__Work to be completed__. Extract every line below that contains the word "processes".

(The records Opens)

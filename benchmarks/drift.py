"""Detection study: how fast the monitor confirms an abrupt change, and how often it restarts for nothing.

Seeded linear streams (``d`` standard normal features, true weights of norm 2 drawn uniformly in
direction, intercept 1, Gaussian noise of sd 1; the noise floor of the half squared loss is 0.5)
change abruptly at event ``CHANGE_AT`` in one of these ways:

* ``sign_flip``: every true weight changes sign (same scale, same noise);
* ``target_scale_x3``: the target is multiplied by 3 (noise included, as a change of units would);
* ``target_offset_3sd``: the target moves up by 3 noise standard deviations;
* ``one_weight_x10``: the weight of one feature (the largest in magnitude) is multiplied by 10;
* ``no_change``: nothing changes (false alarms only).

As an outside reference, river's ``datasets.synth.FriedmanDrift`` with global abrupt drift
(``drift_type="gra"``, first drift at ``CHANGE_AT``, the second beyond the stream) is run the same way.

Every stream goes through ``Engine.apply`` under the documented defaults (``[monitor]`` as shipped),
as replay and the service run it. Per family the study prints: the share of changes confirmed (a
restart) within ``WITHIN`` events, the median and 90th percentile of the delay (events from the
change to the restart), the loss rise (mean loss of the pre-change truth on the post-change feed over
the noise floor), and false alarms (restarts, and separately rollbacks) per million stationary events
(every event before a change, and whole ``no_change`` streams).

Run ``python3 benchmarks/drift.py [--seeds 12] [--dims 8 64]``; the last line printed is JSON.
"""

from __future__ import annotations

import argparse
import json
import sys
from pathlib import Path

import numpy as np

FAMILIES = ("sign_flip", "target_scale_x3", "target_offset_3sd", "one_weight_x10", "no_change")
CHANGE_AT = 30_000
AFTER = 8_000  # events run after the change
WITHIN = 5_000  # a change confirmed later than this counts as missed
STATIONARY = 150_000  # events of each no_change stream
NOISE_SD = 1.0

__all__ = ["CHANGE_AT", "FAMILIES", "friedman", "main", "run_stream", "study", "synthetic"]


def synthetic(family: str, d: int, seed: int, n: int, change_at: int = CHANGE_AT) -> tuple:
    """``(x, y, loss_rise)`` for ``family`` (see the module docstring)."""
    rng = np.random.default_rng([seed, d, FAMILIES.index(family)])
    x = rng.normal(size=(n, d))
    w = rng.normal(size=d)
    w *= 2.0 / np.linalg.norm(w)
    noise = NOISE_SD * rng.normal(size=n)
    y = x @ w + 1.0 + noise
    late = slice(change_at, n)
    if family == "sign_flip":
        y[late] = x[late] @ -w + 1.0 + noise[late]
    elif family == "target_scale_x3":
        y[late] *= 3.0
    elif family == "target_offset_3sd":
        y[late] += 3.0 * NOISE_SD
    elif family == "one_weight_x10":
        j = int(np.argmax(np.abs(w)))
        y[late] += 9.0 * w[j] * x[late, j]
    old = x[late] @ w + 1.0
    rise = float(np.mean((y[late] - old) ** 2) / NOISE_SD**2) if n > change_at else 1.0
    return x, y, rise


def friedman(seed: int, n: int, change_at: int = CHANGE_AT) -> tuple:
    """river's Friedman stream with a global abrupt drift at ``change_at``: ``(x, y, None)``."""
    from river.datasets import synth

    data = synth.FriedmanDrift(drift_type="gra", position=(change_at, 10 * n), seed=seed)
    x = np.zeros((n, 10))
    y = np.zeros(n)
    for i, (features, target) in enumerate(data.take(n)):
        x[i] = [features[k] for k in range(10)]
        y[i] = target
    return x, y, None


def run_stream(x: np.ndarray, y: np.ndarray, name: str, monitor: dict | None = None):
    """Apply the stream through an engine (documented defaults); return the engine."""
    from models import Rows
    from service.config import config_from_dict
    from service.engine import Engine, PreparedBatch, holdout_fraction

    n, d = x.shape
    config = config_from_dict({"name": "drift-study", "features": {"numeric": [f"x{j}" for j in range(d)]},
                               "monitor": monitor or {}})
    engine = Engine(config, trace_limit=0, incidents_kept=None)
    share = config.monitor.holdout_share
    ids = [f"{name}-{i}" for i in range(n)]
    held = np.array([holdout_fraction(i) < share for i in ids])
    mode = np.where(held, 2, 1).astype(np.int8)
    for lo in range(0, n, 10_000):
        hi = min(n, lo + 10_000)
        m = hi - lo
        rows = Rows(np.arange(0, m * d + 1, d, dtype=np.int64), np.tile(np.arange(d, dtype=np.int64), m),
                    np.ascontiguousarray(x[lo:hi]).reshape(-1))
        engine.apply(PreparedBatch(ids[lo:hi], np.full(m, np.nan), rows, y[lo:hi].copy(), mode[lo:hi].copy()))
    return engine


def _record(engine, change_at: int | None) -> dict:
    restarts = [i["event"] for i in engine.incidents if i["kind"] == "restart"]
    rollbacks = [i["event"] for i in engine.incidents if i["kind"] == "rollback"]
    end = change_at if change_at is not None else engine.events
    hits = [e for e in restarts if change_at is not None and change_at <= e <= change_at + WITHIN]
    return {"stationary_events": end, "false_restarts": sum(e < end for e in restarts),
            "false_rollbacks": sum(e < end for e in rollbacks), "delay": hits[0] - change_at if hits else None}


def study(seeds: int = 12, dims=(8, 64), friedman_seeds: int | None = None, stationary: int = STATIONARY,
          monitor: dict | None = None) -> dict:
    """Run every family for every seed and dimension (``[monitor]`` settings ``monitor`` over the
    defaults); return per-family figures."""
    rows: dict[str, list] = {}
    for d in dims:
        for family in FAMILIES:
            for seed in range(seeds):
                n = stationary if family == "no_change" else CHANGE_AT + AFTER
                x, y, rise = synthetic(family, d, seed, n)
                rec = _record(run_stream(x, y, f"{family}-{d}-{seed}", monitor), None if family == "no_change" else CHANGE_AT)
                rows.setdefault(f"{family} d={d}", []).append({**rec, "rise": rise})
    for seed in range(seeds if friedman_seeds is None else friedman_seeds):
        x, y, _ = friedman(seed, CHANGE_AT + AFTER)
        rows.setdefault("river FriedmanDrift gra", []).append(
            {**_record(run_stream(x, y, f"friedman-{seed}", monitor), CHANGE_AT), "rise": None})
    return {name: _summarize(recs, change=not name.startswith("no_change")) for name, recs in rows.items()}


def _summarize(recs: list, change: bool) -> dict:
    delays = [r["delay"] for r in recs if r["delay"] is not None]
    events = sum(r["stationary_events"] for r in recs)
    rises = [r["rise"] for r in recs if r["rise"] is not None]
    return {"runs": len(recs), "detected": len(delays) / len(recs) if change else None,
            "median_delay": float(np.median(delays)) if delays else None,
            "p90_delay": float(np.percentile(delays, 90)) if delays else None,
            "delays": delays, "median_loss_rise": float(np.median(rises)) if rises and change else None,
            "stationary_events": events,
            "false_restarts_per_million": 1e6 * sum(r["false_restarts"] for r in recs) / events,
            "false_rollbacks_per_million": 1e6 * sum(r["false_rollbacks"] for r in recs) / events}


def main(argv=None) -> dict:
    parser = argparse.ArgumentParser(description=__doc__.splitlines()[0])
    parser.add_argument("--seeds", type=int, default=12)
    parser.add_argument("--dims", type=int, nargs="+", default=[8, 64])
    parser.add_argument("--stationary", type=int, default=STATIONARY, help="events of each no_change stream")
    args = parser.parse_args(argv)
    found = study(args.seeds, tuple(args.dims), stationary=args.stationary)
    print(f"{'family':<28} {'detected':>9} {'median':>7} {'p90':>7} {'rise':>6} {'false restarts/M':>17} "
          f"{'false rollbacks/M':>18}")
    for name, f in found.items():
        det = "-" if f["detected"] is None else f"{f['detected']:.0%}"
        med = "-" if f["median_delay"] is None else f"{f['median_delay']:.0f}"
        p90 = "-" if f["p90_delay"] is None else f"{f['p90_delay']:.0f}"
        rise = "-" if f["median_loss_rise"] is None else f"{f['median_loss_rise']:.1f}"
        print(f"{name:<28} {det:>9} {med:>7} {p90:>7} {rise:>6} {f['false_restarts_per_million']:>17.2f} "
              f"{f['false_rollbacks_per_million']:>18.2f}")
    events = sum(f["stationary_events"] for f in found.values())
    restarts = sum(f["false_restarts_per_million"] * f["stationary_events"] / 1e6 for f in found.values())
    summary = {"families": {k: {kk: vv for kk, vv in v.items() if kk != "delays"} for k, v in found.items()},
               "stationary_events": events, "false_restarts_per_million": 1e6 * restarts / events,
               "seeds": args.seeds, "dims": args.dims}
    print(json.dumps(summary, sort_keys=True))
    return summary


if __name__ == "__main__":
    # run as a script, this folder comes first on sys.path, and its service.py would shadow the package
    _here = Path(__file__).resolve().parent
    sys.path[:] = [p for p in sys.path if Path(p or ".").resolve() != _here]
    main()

(The records Closes)
(The records Opens)

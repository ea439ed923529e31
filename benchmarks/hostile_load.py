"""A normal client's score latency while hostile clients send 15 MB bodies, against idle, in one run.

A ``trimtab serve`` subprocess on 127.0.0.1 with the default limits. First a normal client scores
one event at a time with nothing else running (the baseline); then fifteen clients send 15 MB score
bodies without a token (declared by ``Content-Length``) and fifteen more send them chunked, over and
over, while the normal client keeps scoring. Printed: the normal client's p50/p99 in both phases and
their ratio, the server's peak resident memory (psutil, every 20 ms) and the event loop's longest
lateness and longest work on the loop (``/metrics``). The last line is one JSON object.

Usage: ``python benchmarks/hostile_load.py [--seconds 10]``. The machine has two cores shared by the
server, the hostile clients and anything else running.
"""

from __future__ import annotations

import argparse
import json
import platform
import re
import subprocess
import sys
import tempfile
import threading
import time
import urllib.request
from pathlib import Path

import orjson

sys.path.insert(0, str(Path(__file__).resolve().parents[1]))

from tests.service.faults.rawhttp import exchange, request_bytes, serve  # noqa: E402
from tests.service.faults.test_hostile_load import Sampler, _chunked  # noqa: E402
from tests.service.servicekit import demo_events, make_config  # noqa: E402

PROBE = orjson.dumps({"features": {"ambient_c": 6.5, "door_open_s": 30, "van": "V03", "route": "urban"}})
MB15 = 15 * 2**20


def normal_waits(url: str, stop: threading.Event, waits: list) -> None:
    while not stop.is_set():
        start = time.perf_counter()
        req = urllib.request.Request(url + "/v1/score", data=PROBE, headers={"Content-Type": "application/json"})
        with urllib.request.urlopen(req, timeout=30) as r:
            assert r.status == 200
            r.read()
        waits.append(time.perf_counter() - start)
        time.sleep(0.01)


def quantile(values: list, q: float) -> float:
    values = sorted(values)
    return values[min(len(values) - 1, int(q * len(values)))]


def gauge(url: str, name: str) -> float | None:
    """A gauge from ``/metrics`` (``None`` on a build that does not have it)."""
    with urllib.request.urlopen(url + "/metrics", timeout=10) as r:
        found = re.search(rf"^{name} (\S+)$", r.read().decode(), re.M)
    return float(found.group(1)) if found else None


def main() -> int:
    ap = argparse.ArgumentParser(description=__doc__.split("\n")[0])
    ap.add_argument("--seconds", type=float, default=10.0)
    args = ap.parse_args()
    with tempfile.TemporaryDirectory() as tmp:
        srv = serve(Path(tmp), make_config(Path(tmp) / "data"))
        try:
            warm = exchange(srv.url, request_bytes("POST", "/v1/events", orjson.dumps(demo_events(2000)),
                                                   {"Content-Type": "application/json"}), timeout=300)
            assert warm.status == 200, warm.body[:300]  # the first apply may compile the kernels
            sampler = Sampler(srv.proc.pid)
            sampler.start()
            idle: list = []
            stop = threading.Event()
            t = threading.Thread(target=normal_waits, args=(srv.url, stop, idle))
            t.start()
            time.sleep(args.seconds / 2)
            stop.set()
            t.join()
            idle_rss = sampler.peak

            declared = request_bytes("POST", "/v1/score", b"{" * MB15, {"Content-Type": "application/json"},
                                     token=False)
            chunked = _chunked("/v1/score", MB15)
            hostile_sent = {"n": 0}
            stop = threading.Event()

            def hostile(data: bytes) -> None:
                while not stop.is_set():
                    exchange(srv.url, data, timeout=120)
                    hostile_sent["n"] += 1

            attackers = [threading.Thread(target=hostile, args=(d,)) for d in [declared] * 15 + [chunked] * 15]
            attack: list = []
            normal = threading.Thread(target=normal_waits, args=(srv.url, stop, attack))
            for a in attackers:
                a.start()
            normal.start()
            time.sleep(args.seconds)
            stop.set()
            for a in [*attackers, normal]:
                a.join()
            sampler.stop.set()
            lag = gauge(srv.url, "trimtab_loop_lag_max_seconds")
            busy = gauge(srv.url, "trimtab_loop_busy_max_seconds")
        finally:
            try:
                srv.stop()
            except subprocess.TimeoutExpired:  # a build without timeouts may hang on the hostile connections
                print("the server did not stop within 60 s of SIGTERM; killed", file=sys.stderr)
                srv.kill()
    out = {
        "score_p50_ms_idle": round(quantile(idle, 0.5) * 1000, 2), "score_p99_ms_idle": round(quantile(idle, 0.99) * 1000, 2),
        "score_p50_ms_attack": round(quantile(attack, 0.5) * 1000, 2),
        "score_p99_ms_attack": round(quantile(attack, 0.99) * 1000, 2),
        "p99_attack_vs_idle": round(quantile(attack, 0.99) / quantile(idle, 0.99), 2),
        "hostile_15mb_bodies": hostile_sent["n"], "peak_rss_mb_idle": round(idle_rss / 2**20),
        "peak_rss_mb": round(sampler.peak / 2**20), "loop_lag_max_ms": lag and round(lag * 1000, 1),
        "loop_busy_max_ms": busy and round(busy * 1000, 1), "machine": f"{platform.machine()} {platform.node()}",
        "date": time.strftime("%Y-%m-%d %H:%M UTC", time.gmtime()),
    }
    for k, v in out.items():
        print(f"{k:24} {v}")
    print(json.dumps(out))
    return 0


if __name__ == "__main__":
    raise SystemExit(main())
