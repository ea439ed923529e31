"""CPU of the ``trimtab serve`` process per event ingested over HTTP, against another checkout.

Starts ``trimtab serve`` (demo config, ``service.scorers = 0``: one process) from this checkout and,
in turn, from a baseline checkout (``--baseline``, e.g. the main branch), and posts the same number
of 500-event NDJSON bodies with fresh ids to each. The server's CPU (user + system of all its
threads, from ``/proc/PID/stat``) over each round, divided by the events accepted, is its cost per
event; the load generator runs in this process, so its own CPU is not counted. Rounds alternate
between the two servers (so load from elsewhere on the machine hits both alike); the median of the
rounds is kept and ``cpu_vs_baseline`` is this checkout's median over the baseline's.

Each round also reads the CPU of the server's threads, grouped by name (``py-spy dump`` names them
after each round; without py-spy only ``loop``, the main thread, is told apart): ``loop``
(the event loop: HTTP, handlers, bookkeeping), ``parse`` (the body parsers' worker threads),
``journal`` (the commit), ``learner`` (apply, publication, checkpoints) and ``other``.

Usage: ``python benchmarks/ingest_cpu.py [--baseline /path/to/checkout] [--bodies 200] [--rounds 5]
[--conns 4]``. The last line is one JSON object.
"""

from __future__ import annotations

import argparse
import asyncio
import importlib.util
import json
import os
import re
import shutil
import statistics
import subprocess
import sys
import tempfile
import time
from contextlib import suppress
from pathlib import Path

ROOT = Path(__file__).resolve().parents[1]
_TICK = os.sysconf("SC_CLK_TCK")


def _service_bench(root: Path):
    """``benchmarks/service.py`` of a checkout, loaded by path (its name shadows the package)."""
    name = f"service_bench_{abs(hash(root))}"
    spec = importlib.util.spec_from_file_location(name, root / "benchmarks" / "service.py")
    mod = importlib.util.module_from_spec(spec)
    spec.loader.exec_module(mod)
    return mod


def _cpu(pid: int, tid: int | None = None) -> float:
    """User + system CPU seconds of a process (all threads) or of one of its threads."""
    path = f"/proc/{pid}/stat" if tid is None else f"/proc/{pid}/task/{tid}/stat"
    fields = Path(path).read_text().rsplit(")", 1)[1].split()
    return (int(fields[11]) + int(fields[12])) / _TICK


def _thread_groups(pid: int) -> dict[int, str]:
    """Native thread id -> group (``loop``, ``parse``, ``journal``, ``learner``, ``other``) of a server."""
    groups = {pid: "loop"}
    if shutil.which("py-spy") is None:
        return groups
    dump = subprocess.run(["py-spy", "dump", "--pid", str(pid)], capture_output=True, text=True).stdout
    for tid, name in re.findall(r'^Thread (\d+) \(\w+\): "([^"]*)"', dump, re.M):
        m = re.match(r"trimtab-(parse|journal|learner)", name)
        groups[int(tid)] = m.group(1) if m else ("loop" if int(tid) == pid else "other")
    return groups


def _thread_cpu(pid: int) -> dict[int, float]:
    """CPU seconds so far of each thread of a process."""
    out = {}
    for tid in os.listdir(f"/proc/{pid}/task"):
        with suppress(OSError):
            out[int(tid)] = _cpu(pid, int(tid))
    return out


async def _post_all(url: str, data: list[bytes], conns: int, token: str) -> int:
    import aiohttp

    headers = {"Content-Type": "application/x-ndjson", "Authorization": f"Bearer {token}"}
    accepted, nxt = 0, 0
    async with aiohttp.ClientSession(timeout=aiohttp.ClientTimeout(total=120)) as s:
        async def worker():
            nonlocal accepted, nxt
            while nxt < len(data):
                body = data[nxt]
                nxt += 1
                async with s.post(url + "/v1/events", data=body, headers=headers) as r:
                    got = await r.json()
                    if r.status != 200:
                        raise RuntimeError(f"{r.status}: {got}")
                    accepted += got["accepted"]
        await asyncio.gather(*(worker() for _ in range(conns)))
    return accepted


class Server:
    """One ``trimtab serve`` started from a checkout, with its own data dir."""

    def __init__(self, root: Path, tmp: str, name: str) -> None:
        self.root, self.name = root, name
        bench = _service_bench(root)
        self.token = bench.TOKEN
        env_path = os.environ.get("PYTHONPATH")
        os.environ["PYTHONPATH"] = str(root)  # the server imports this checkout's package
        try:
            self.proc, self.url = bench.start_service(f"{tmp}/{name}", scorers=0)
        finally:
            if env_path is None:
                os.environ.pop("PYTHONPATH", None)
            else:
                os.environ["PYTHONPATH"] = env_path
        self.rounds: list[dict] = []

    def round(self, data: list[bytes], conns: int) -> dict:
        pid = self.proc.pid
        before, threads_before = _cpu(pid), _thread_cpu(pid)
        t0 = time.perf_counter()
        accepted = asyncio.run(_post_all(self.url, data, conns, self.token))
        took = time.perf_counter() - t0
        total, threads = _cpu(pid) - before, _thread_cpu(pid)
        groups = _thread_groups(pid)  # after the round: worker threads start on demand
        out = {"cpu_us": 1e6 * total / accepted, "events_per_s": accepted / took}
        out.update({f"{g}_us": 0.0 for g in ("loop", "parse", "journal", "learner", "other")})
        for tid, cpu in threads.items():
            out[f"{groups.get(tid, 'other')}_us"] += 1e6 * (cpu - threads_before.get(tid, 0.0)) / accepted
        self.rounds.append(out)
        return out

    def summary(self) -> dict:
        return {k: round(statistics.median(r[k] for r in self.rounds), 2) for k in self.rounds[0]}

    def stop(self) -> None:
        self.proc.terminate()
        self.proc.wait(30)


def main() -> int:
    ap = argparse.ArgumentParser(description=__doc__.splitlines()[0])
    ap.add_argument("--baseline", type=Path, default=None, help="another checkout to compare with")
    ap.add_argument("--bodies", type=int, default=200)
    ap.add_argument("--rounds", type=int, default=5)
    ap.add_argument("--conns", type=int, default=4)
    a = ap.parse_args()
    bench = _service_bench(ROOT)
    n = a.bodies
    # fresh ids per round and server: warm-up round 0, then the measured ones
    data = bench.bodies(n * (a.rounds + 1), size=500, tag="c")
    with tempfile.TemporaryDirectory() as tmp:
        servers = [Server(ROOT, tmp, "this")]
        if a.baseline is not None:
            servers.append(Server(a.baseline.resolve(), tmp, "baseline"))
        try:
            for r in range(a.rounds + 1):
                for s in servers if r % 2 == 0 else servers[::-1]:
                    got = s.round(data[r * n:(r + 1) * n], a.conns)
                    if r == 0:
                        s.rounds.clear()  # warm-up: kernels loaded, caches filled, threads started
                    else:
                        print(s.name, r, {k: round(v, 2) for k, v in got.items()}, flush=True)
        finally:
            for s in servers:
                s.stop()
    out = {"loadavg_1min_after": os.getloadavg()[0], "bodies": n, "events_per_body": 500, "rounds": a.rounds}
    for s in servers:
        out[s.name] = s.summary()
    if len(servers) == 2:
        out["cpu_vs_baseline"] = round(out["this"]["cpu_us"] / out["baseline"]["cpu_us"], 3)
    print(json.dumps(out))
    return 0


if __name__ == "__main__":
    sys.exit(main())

(The records Closes)
(The records Opens)

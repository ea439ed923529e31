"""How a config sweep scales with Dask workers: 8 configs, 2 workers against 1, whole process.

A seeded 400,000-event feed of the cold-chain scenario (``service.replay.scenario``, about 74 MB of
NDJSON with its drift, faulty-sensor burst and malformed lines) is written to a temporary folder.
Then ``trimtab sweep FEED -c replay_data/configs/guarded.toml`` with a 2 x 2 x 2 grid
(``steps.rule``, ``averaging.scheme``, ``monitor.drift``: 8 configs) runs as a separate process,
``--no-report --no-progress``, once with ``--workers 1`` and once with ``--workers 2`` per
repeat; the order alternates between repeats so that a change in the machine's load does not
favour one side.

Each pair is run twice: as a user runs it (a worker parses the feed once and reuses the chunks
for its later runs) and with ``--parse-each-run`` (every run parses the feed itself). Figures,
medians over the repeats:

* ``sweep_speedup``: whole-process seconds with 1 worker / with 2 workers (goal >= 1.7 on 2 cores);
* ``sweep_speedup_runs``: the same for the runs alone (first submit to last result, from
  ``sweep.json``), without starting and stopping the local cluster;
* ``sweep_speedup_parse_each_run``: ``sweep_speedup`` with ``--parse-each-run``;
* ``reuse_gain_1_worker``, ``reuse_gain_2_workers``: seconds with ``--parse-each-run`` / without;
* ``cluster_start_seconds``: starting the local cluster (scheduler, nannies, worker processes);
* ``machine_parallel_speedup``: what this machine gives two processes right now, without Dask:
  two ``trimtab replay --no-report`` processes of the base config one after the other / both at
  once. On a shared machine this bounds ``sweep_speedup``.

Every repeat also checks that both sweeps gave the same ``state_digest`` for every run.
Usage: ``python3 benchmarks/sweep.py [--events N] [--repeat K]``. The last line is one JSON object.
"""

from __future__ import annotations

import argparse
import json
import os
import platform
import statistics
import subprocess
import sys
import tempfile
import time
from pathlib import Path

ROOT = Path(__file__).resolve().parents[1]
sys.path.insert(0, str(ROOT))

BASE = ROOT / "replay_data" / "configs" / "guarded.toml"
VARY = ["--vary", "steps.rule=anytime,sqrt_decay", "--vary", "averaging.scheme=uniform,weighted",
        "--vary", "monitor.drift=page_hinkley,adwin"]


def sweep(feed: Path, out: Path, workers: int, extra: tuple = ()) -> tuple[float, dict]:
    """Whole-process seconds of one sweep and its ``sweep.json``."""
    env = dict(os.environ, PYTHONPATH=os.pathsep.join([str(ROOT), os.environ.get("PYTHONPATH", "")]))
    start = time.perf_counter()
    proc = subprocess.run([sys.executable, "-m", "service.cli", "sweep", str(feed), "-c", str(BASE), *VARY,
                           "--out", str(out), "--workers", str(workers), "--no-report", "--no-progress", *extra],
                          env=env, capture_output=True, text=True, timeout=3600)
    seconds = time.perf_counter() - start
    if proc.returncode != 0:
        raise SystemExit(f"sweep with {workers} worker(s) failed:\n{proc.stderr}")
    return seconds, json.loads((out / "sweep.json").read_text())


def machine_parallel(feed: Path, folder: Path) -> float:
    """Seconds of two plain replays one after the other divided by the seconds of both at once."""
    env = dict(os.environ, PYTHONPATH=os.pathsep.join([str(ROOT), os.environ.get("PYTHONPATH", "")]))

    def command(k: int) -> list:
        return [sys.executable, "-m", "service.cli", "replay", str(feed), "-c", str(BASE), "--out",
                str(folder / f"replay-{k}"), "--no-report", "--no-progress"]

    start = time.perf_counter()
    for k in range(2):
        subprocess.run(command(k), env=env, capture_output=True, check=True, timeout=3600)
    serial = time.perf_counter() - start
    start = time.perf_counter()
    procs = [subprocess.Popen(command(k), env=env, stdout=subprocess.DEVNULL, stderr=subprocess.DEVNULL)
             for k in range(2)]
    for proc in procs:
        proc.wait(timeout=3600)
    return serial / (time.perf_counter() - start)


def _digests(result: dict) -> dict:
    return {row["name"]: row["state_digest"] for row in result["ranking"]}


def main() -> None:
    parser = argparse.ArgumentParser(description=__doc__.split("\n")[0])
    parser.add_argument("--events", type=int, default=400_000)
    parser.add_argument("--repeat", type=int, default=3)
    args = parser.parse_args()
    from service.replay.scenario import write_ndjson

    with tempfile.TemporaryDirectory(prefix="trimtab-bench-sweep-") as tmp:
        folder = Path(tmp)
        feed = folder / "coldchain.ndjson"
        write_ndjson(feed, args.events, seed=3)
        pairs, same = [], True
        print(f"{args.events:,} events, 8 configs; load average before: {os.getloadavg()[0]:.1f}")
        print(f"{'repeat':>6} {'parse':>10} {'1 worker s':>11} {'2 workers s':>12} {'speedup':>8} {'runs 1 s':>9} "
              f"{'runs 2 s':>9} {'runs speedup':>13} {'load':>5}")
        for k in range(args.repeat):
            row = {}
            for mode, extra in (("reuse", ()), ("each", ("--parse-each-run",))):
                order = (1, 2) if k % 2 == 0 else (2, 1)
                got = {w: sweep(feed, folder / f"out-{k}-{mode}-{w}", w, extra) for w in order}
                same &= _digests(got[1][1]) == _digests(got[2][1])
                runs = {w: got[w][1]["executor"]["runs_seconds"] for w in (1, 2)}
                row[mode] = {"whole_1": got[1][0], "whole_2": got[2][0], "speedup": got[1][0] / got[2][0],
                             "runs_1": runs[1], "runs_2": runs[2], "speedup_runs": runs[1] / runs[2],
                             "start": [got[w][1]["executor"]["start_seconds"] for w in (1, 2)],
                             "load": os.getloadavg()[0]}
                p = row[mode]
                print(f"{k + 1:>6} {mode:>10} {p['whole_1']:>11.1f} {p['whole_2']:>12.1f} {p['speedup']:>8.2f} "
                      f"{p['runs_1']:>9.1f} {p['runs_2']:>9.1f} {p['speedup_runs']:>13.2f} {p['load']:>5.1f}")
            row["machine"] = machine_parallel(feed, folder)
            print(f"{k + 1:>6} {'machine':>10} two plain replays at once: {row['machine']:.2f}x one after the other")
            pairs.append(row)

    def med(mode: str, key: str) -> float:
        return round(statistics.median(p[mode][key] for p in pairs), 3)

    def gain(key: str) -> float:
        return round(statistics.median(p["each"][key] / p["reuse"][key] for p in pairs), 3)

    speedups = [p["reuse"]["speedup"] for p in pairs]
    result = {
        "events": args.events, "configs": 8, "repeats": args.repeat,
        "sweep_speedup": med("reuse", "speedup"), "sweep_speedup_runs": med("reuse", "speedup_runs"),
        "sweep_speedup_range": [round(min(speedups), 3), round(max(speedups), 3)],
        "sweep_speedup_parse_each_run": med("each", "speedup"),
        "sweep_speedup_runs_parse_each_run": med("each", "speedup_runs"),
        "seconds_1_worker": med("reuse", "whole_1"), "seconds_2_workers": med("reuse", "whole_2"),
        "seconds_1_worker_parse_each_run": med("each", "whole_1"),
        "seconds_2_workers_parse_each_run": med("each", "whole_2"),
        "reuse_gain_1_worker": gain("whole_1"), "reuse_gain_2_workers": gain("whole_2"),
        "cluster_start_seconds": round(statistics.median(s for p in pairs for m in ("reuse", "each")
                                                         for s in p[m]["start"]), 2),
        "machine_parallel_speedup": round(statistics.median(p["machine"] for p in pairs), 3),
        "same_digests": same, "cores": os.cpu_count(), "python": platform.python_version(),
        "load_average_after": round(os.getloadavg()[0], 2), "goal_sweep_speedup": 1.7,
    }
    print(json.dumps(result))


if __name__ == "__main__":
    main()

(The records Closes)

__Completed exercise__.
* ``cluster_start_seconds``: starting the local cluster (scheduler, nannies, worker processes);
* ``machine_parallel_speedup``: what this machine gives two processes right now, without Dask:
  two ``trimtab replay --no-report`` processes of the base config one after the other / both at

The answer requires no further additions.